Segment Start: SOURCE MATERIAL

"""Do triangles cross? Segment-triangle and triangle-triangle intersection tests, for the
geometry checks (parts that touch or overlap). numpy only; no files, no solver.
"""

from __future__ import annotations

import numpy as np


def segments_cross_triangles(p0, p1, corners, tolerance: float = 1e-12) -> np.ndarray:
    """(p,) True where segment p0[k]-p1[k] passes through triangle corners[k] (pairs).

    Möller-Trumbore test restricted to the segment; touching at an end point within
    ``tolerance`` (relative) also counts. Parallel segments never cross.
    """
    a, b, c = corners[:, 0], corners[:, 1], corners[:, 2]
    d = p1 - p0
    e1, e2 = b - a, c - a
    h = np.cross(d, e2)
    det = np.einsum("pd,pd->p", e1, h)
    ok = np.abs(det) > 1e-14 * np.linalg.norm(e1, axis=1) * np.linalg.norm(e2, axis=1) * np.linalg.norm(d, axis=1)
    with np.errstate(divide="ignore", invalid="ignore"):
        inv = 1.0 / det
        s = p0 - a
        u = inv * np.einsum("pd,pd->p", s, h)
        q = np.cross(s, e1)
        v = inv * np.einsum("pd,pd->p", d, q)
        t = inv * np.einsum("pd,pd->p", e2, q)
    eps = tolerance
    with np.errstate(invalid="ignore"):
        return ok & (u >= -eps) & (v >= -eps) & (u + v <= 1 + eps) & (t >= -eps) & (t <= 1 + eps)


def triangles_intersect(corners_a, corners_b) -> np.ndarray:
    """(p,) True where triangle pairs cross or touch (an edge of one meets the other)."""
    hit = np.zeros(len(corners_a), dtype=bool)
    for first, second in ((corners_a, corners_b), (corners_b, corners_a)):
        for k in range(3):
            hit |= segments_cross_triangles(first[:, k], first[:, (k + 1) % 3], second)
    return hit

Segment End: SOURCE MATERIAL

* **THE PROBLEM**: Proceeding from the line containing "segments never cross." through the line containing "return ok &", transcribe the lines above exactly, both end lines included.

* **ANSWER TO THIS EXERCISE**:
    ``tolerance`` (relative) also counts. Parallel segments never cross.
    """
    a, b, c = corners[:, 0], corners[:, 1], corners[:, 2]
    d = p1 - p0
    e1, e2 = b - a, c - a
    h = np.cross(d, e2)
    det = np.einsum("pd,pd->p", e1, h)
    ok = np.abs(det) > 1e-14 * np.linalg.norm(e1, axis=1) * np.linalg.norm(e2, axis=1) * np.linalg.norm(d, axis=1)
    with np.errstate(divide="ignore", invalid="ignore"):
        inv = 1.0 / det
        s = p0 - a
        u = inv * np.einsum("pd,pd->p", s, h)
        q = np.cross(s, e1)
        v = inv * np.einsum("pd,pd->p", d, q)
        t = inv * np.einsum("pd,pd->p", e2, q)
    eps = tolerance
    with np.errstate(invalid="ignore"):
        return ok & (u >= -eps) & (v >= -eps) & (u + v <= 1 + eps) & (t >= -eps) & (t <= 1 + eps)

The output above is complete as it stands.